For example, dunn.test provides Dunn's (1964) z test approximation to a rank sum test employing both the same ranks used in the Kruskal-Wallis test, and the pooled variance estimate implied by the null hypothesis of the Kruskal-Wallis (akin to using the pooled variance to calculate t test statistics following an ANOVA).

By contrast, the Kruskal-Nemenyi test as implemented in posthoc.kruskal.nemenyi.test is based on either the Studentized range distribution, or the $\chi^{2}$ distribution depending on user choice.

The kruskalmc function in the pgirmess package implements Dunn's post hoc rank sum comparison using z test statistics as directed by Siegel and Castellan (1988), but these authors do not include Dunn's (1964) correction for ties, so kruskalmc will be less accurate than dunn.test when ties exist in the data.

It is difficult to discern from the documentation of kruskal whether the author is using the Conover-Iman t approximation to the distribution of rank sum differences (similar to Dunn's test, but requires that the Kruskal-Wallis be rejected, and is more powerful). A brief glance at the code does not immediately scream out Conover-Iman to me, however, it is quite possible that is an implementation of the test. More certainly implemented in R is the conover.test package.
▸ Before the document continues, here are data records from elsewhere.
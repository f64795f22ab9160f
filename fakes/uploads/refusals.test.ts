import http from 'node:http';
import { afterEach, describe, expect, it } from 'vitest';
import { signUrl } from './presigned';
import { API_KEY, APP_ID, presign, putFile, startFixture, textFile, type Fixture } from './testing/fixture';

// Refused uploads: nothing stays on disk, the client gets a clear status and message.

let fx: Fixture;
afterEach(async () => fx?.close());

describe('presigned PUT refusals', () => {
  it('refuses a tampered signature with 403 and stores nothing', async () => {
    fx = await startFixture({ isDev: false });
    const file = textFile('a.txt', 500);
    const [p] = await presign(fx.app, [file]);
    const tampered = p.url.replace(/signature=hmac-sha256%3D(.)/, (_m, c: string) => `signature=hmac-sha256%3D${c === '0' ? '1' : '0'}`);
    expect(tampered).not.toBe(p.url);
    const res = await putFile(tampered, file);
    expect(res.status).toBe(403);
    expect(await res.json()).toEqual({ error: 'invalid signature' });
    expect(await fx.filesOnDisk()).toEqual([]);
    expect(fx.app.completed).toEqual([]);
  });

  it('refuses a URL whose signed size was changed (the signature covers every parameter)', async () => {
    fx = await startFixture({ isDev: false });
    const file = textFile('a.txt', 500);
    const [p] = await presign(fx.app, [file]);
    const res = await putFile(p.url.replace('x-ut-file-size=500', 'x-ut-file-size=5000'), file);
    expect(res.status).toBe(403);
    expect(await fx.filesOnDisk()).toEqual([]);
  });

  it('refuses an expired URL with 403 and stores nothing', async () => {
    fx = await startFixture({ isDev: false });
    const file = textFile('a.txt', 500);
    const url = signUrl(`${fx.fake.url}/XkBYG4F9KMzcexpired0000000000000000000000000000`, API_KEY, 60, {
      'x-ut-identifier': APP_ID,
      'x-ut-file-name': 'a.txt',
      'x-ut-file-size': 500,
      'x-ut-file-type': 'text/plain',
    }, Date.now() - 120_000);
    const res = await putFile(url, file);
    expect(res.status).toBe(403);
    expect((await res.json()).error).toMatch(/^URL expired at /);
    expect(await fx.filesOnDisk()).toEqual([]);
  });

  it('refuses a URL signed with another key or for another app', async () => {
    fx = await startFixture({ isDev: false });
    const file = textFile('a.txt', 10);
    const data = { 'x-ut-identifier': APP_ID, 'x-ut-file-name': 'a.txt', 'x-ut-file-size': 10, 'x-ut-file-type': 'text/plain' };
    const otherKey = signUrl(`${fx.fake.url}/k1`, 'sk_someone_else', 60, data);
    expect((await putFile(otherKey, file)).status).toBe(403);
    const otherApp = signUrl(`${fx.fake.url}/k2`, API_KEY, 60, { ...data, 'x-ut-identifier': 'another-app' });
    const res = await putFile(otherApp, file);
    expect(res.status).toBe(403);
    expect((await res.json()).error).toMatch(/x-ut-identifier/);
    expect(await fx.filesOnDisk()).toEqual([]);
  });

  it('refuses a file larger than the presigned size (413), leaves no part file, tells the app through the error hook', async () => {
    fx = await startFixture({ isDev: false });
    const announced = textFile('small.txt', 1000);
    const [p] = await presign(fx.app, [announced]);
    const res = await putFile(p.url, textFile('small.txt', 1_500_000));
    expect(res.status).toBe(413);
    expect((await res.json()).error).toBe('file is larger than the presigned size 1000 bytes');
    expect(await fx.filesOnDisk()).toEqual([]);
    expect(fx.app.completed).toEqual([]);
    await expect.poll(() => fx.app.errors).toEqual([{ fileKey: p.key, message: expect.stringContaining('larger than the presigned size') }]);
  });

  it('refuses a file smaller than announced, and a body without the field "file"', async () => {
    fx = await startFixture({ isDev: false });
    const file = textFile('a.txt', 1000);
    const [p1, p2] = await presign(fx.app, [file, textFile('b.txt', 1000)]);
    const short = await putFile(p1.url, textFile('a.txt', 999));
    expect(short.status).toBe(413);
    expect((await short.json()).error).toBe('file has 999 bytes, presigned size is 1000');
    const form = new FormData();
    form.append('other', file);
    const noField = await fetch(p2.url, { method: 'PUT', body: form });
    expect(noField.status).toBe(400);
    expect((await noField.json()).error).toBe('multipart body has no field "file"');
    expect(await fx.filesOnDisk()).toEqual([]);
  });

  it('leaves nothing when the client goes away mid-file, and tells the app through the error hook', async () => {
    fx = await startFixture({ isDev: false });
    const [p] = await presign(fx.app, [textFile('big.txt', 2_000_000)]);
    const boundary = 'cut-short-boundary';
    const req = http.request(p.url, { method: 'PUT', headers: { 'content-type': `multipart/form-data; boundary=${boundary}`, 'content-length': 2_000_200 } });
    req.on('error', () => {});
    req.write(`--${boundary}\r\ncontent-disposition: form-data; name="file"; filename="big.txt"\r\ncontent-type: text/plain\r\n\r\n`);
    req.write(Buffer.alloc(500_000, 'a'));
    await expect.poll(() => fx.filesOnDisk()).toEqual([`${p.key}.part`]);
    req.destroy();
    await expect.poll(() => fx.filesOnDisk()).toEqual([]);
    await expect.poll(() => fx.app.errors.map((e) => e.message)).toEqual([expect.stringContaining('client closed the connection')]);
  });

  it('refuses a second PUT of the same presigned URL (409) and keeps the first file', async () => {
    fx = await startFixture({ isDev: false });
    const file = textFile('a.txt', 100);
    const [p] = await presign(fx.app, [file]);
    expect((await putFile(p.url, file)).status).toBe(200);
    const again = await putFile(p.url, textFile('a.txt', 5));
    expect(again.status).toBe(409);
    expect((await fetch(`${fx.fake.url}/f/${p.key}`).then((r) => r.arrayBuffer())).byteLength).toBe(100);
    expect(fx.app.completed).toHaveLength(1);
  });

  it('refuses a resume offset it never offered (416)', async () => {
    fx = await startFixture({ isDev: false });
    const file = textFile('a.txt', 100);
    const [p] = await presign(fx.app, [file]);
    const res = await putFile(p.url, file, { range: 'bytes=50-' });
    expect(res.status).toBe(416);
  });

  it('answers 409 when no /route-metadata registration arrives for a route upload', async () => {
    fx = await startFixture({ isDev: false }, { registrationTimeoutMs: 200 });
    const url = signUrl(`${fx.fake.url}/unregisteredkey`, API_KEY, 60, {
      'x-ut-identifier': APP_ID, 'x-ut-file-name': 'a.txt', 'x-ut-file-size': 10, 'x-ut-file-type': 'text/plain', 'x-ut-slug': 'bandFile',
    });
    const res = await putFile(url, textFile('a.txt', 10));
    expect(res.status).toBe(409);
    expect(await fx.filesOnDisk()).toEqual([]);
  });
});

describe('when the app does not complete the callback', () => {
  it('fails the held PUT after the callback timeout, removes the file and sends the error hook', async () => {
    fx = await startFixture(
      { isDev: false, onComplete: async () => { throw new Error('database down'); } },
      { callbackTimeoutMs: 1500 },
    );
    const file = textFile('a.txt', 2000);
    const [p] = await presign(fx.app, [file]);
    const res = await putFile(p.url, file);
    expect(res.status).toBe(504);
    expect((await res.json()).error).toMatch(/no \/callback-result from the app within 1500 ms/);
    expect(await fx.filesOnDisk()).toEqual([]);
    await expect.poll(() => fx.app.errors.map((e) => e.fileKey)).toEqual([p.key]);
  });

  it('the real client reports the failure instead of hanging', async () => {
    const { installXhrShim } = await import('./testing/xhr-shim');
    const uninstall = installXhrShim();
    try {
      fx = await startFixture({ isDev: true, onComplete: async () => { throw new Error('boom'); } }, { callbackTimeoutMs: 1500 });
      await expect(fx.uploader.uploadFiles('bandFile', { files: [textFile('a.txt', 10)] })).rejects.toThrow(/XHR failed 504/);
      expect(await fx.filesOnDisk()).toEqual([]);
    } finally {
      uninstall();
    }
  });
});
The tl;dr: these all appear to be implementations of different test statistics or different forms of the same test statistic, so there is no reason to expect them to agree.

References

W. Jay Conover (1999) Practical Nonparametrics Statistics.

Conover, W. J. and Iman, R. L. (1979). On multiple-comparisons procedures. Technical Report LA-7677-MS, Los Alamos Scientific Laboratory.

Dunn, O. J. (1964). Multiple comparisons using rank sums. Technometrics, 6(3):241–252.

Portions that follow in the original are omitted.